I have never had a farmer mention an increase in production. However it makes a very dark honey.


----------



## riverrat (Jun 3, 2006)

According to the president to the kansas cotton growers association Cotton does not rely on insects for pollenation. But they will work it. And it does make a crop. The honey I get off cotton is a light honey some almost as clear as water. Down fall is that it will go to crystal fast. one small field I had 3 good hives on this year made about 1 ton cotton to the acre which was good for the weather we had this year. Wether the bees had any impact on that I cant say. but I can say the other fields in the area did not do that well compared to this field.


----------



## Tom G. Laury (May 24, 2008)

*Gossypium*

According to the USDA bee pollination increases both lint and seed yields, but especially seed. Here the honey is white. Cotton also secretes nectar from extra floral nectaries on under side of leaf, kind of interesting. Like riverrat says it granulates quick and hard. In Calif you can produce cotton honey but if there is no pollen or you don't feed patties the bees will really dwindle from lack of brooding.


----------



## Laurence Hope (Aug 24, 2005)

Tom, nice summary for cotton. One thing to add is that the taste is excellent, also.


----------



## tecumseh (Apr 26, 2005)

at least at one time the largest concern with cotton as a honey plant was the quantities and frequency of herbicide and insecticide application. how these were applied seemed to have been as important as anything else (in regards to the honeybee) although long term use of land for only cotton would suggest to me that at some point the land and water would likely become contaminated also (due to the frequency and kind of products used).
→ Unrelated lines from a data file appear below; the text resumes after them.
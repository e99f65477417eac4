"""`euphotic report`: one self-contained HTML page of a committed run, added to its folder.

Independent references: the PNG signature is that of the PNG specification (W3C/ISO 15948,
section 5.2); HTML escaping is checked against the Python standard library's
``html.parser`` (the page is parsed back and its text compared with the region name);
image loading is checked in a real browser (Debian's chromium, headless) where installed.
"""

from __future__ import annotations

import base64
import json
import re
import shutil
import subprocess
from html.parser import HTMLParser
from pathlib import Path

import pytest
from click.testing import CliRunner

from euphotic.cli import main

from ._grids import monthly_case
from .conftest import folder_bytes
from .test_runs import _consistent, _debris

#: A region name an HTML page must escape (invented place name).
ODD_REGION = 'Maren <Deep> & "Shelf"'
#: PNG specification, section 5.2 (the eight-byte file signature).
PNG_SIGNATURE = b"\x89PNG\r\n\x1a\n"


@pytest.fixture(scope="module")
def run_folder(tmp_path_factory):
    """A committed three-month run with quick-look figures and two regions, one of them with
    characters that HTML must escape."""
    tmp = tmp_path_factory.mktemp("report_run")
    cfg = monthly_case(tmp, 3)
    text = cfg.read_text().replace("figures = false", "figures = true")
    text += f'\n[[regions]]\nname = {json.dumps(ODD_REGION)}\nbox = [-28.0, 42.0, -24.0, 46.0]\n'
    cfg.write_text(text)
    res = CliRunner().invoke(main, ["run", str(cfg), "-q"])
    assert res.exit_code == 0, res.output
    return tmp / "out"


@pytest.fixture
def folder(run_folder, tmp_path):
    """A private copy of the run (tests add files to it)."""
    dst = tmp_path / "out"
    shutil.copytree(run_folder, dst)
    return dst


class _Page(HTMLParser):
    """Collects the text of the page, its <img> sources and every src/href value."""

    def __init__(self):
        super().__init__()
        self.text: list[str] = []
        self.imgs: list[str] = []
        self.links: list[str] = []

    def handle_starttag(self, tag, attrs):
        a = dict(attrs)
        if tag == "img":
            self.imgs.append(a.get("src", ""))
        self.links += [v for k, v in attrs if k in ("src", "href") and v]

    def handle_data(self, data):
        self.text.append(data)


def _parse(path: Path) -> _Page:
    p = _Page()
    p.feed(path.read_text(encoding="utf-8"))
    return p


def _report(folder: Path):
    return CliRunner().invoke(main, ["report", str(folder)])


def _pngs(folder: Path, kind: str) -> list[str]:
    man = json.loads((folder / "euphotic_manifest.json").read_text())
    return sorted(n for n, e in man["outputs"].items() if e["kind"] == kind and n.endswith(".png"))


def test_report_is_written_listed_and_self_contained(folder):
    before = set(json.loads((folder / "euphotic_manifest.json").read_text())["outputs"])
    res = _report(folder)
    assert res.exit_code == 0, res.output
    quick = _pngs(folder, "figure")
    assert len(quick) == 4  # three month maps and the totals chart of `euphotic run`
    assert res.stdout == f"wrote {folder / 'report.html'} ({len(quick)} images embedded)\n"
    man = _consistent(folder)
    assert man["outputs"]["report.html"]["kind"] == "report"
    assert set(man["outputs"]) == before | {"report.html"}  # the run's outputs stay
    assert _debris(folder) == []

    page = _parse(folder / "report.html")
    text = "".join(page.text)
    from euphotic.outputs import CAUTION

    assert f"Caution: {CAUTION}" in text
    html_text = (folder / "report.html").read_text()
    assert '<p class="caution" id="caution">' in html_text  # shown prominently, before totals
    assert html_text.index('id="caution"') < html_text.index('id="totals"')
    # the table's regions and units (region names as configured; units from open_totals)
    for region in ("Box", ODD_REGION):
        assert region in page.text  # the whole text of a table cell
    assert "total carbon fixed in the month (Tg)" in text and "mean NPP (mg m-2 d-1)" in text
    # the methods paragraph, its references and the provenance
    assert "Behrenfeld and Falkowski (1997)" in text
    assert man["config_sha256"] in text and "run.toml" in text

    # no external resource: every src/href is an embedded data: URI
    assert not re.search(r"""(src|href)\s*=\s*["']?\s*https?://""", html_text, re.I)
    assert all(v.startswith("data:image/png;base64,") for v in page.links)
    # every image decodes to a PNG (signature: PNG specification section 5.2) and each one
    # is the bytes of the run's PNG
    assert len(page.imgs) == len(quick)
    decoded = [base64.b64decode(s.split(",", 1)[1], validate=True) for s in page.imgs]
    assert all(d.startswith(PNG_SIGNATURE) for d in decoded)
    assert sorted(decoded) == sorted((folder / n).read_bytes() for n in quick)


def test_region_names_are_escaped(folder):
    assert _report(folder).exit_code == 0
    html_text = (folder / "report.html").read_text()
    assert "Maren &lt;Deep&gt; &amp; &quot;Shelf&quot;" in html_text
    assert "<Deep>" not in html_text and '"Shelf"' not in html_text
    # parsed back by the standard library's HTML parser, the text is the name again
    assert ODD_REGION in "".join(_parse(folder / "report.html").text)


def test_figure_set_captions_and_comparisons_are_used_when_present(folder):
    runner = CliRunner()
    assert runner.invoke(main, ["figures", str(folder), "-q"]).exit_code == 0
    assert runner.invoke(main, ["compare", str(folder), "--no-maps", "-q"]).exit_code == 0
    res = _report(folder)
    assert res.exit_code == 0, res.output
    figure_set = _pngs(folder, "figure set")
    assert figure_set == ["fig_annual_totals.png", "fig_npp_maps.png", "fig_seasonal_cycle.png"]
    page = _parse(folder / "report.html")
    decoded = [base64.b64decode(s.split(",", 1)[1]) for s in page.imgs]
    # the figure set replaces the quick looks
    assert sorted(decoded) == sorted((folder / n).read_bytes() for n in figure_set)
    text = "".join(page.text)
    for n in figure_set:  # each figure's caption (first sentence of its .caption.md)
        md = (folder / n.replace(".png", ".caption.md")).read_text()
        title = re.match(r"\*\*(.+?)\*\*", md).group(1)
        assert f"<b>{title}</b>" in (folder / "report.html").read_text().replace("&#x27;", "'")
    for n in ("compare_annual_totals.csv", "compare_anomalies.csv",
              "compare_seasonal_cycle.csv", "compare_trends.csv"):
        assert n in text
    assert "slope_per_yr" in text
    # a second report replaces the first: one report in the manifest
    assert _report(folder).exit_code == 0
    man = _consistent(folder)
    assert [n for n, e in man["outputs"].items() if e["kind"] == "report"] == ["report.html"]


def test_no_run_is_one_line_and_leaves_nothing(tmp_path):
    empty = tmp_path / "empty"
    empty.mkdir()
    res = _report(empty)
    assert res.exit_code == 1
    assert res.stderr == (f"euphotic: error: no euphotic run in {empty}: it has no "
                          "euphotic_manifest.json\n")
    assert list(empty.iterdir()) == []


def test_a_broken_figure_fails_and_keeps_the_previous_report(folder):
    assert _report(folder).exit_code == 0
    (folder / "npp_vgpm_2023-02.png").write_bytes(b"not a png")
    before = folder_bytes(folder)
    res = _report(folder)
    assert res.exit_code == 1
    assert res.stderr == (f"euphotic: error: {folder / 'npp_vgpm_2023-02.png'}: not a PNG file "
                          "(the manifest lists it as a figure)\n")
    assert folder_bytes(folder) == before  # the earlier report and manifest unchanged
    assert _debris(folder) == []


_COUNT_SCRIPT = """<script>
window.addEventListener("load", function () {
  var imgs = document.images, ok = 0;
  for (var i = 0; i < imgs.length; i++) {
    if (imgs[i].complete && imgs[i].naturalWidth > 0) ok++;
  }
  var p = document.createElement("p");
  p.id = "img-check";
  p.textContent = "loaded " + ok + " of " + imgs.length;
  document.body.appendChild(p);
});
</script>"""
#: A control image that cannot load (its data is not an image): proves the check can fail.
_BROKEN = '<img src="data:image/png;base64,bm90IGEgcG5n" alt="control">'


def _browser() -> str | None:
    return shutil.which("chromium") or shutil.which("chromium-browser")


@pytest.mark.slow
def test_every_image_loads_in_a_headless_browser(folder, tmp_path):
    browser = _browser()
    if browser is None:
        pytest.skip("chromium is not installed: the real-browser check of report.html needs "
                    "Debian's chromium package (`.ci/run` installs it)")
    assert _report(folder).exit_code == 0
    page = (folder / "report.html").read_text()
    n = page.count("<img ")
    assert n == 4
    check = tmp_path / "check.html"  # a test copy: the report itself carries no script
    check.write_text(page.replace("</body>", _BROKEN + _COUNT_SCRIPT + "</body>"))
    res = subprocess.run(
        [browser, "--headless", "--no-sandbox", "--disable-gpu",
         "--disable-background-networking", "--disable-component-update", "--disable-sync",
         "--no-first-run", f"--user-data-dir={tmp_path / 'profile'}", "--dump-dom",
         check.as_uri()],
        capture_output=True, text=True, timeout=120)
    assert res.returncode == 0, res.stderr[-2000:]
    found = re.search(r'id="img-check">loaded (\d+) of (\d+)<', res.stdout)
    assert found, res.stdout[-2000:]
    # every report image loads; the control does not
    assert (int(found.group(1)), int(found.group(2))) == (n, n + 1)


def test_a_new_run_removes_the_report(run_folder, tmp_path):
    """The report describes one committed run: a new `euphotic run` into the folder drops it
    (it is not an output of the new run), so no report outlives its run."""
    cfg = run_folder.parent / "run.toml"
    out = tmp_path / "out"
    assert CliRunner().invoke(main, ["run", str(cfg), "-q", "--output-dir", str(out)]).exit_code == 0
    assert _report(out).exit_code == 0 and (out / "report.html").exists()
    assert CliRunner().invoke(main, ["run", str(cfg), "-q", "--output-dir", str(out),
                                     "--force"]).exit_code == 0
    assert not (out / "report.html").exists()
    assert "report.html" not in _consistent(out)["outputs"]


def test_ci_installs_chromium_then_runs_the_readme_test_command():
    root = Path(__file__).resolve().parents[1]
    ci = (root / ".ci" / "run").read_text()
    readme = (root / "README.md").read_text()
    command = ('python3 -m venv .venv && .venv/bin/pip install -e ".[test]" && '
               ".venv/bin/python -m pytest")
    assert command in readme and ci.rstrip().endswith(command)
    install = ci.index("apt-get install -y -qq chromium")
    assert install < ci.index(command)
    assert '|| echo "chromium not installed; the browser test will skip"' in ci  # never fails CI


def test_long_tables_are_folded():
    """A long table is put in an HTML <details> element (folded) so that the figures and
    comparisons below it stay in view; a short one is not."""
    import numpy as np
    import xarray as xr

    from euphotic import report

    def totals(n_months):
        months = np.arange(np.datetime64("2020-01"), np.datetime64("2020-01") + n_months)
        shape = (1, n_months, 1)
        data = {v: (("region", "month", "model"), np.ones(shape), {"units": "1"})
                for v in ("mean_npp", "total")}
        data["flag"] = (("region", "month", "model"), np.full(shape, "", object))
        return xr.Dataset(data, coords={"region": ["A"], "model": ["vgpm"],
                                        "month": months.astype("datetime64[ns]")})

    assert "<details>" not in report.totals_table(totals(report.LONG_TABLE_ROWS))
    folded = report.totals_table(totals(report.LONG_TABLE_ROWS + 1))
    assert folded.startswith(f"<details><summary>{report.LONG_TABLE_ROWS + 1} rows")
the land directly across the river from me is likely a good example. although fireants are a problem here in the general area, you will not find fireants on any of the ground used repeatly for cotton. just casually looking at beehives (others and not mine) used for pollinating watermelons on property that not that long ago was used for cotton suggest that the casualty rate for these hive is higher than I would have expected.


----------



## Angi_H (Feb 9, 2008)

I had my bees on organic pima cotton this year. And they made a nice light golden brown honey from it. It tasted wonderful and it did crystalize but no worse then anything else that I had here. I even had people requesting it after they had had some saying it was the best tasting honey they had ever had and that they had never herd of cotton honey. he bees did great making great stores from it. Would I do it again yes I would because putting them there did not cost me anything and I made money off the honey.


Angi


----------



## Bizzybee (Jan 29, 2006)

I have heard it repeated many times around here that if you have bees you want to get rid of, put them on cotton.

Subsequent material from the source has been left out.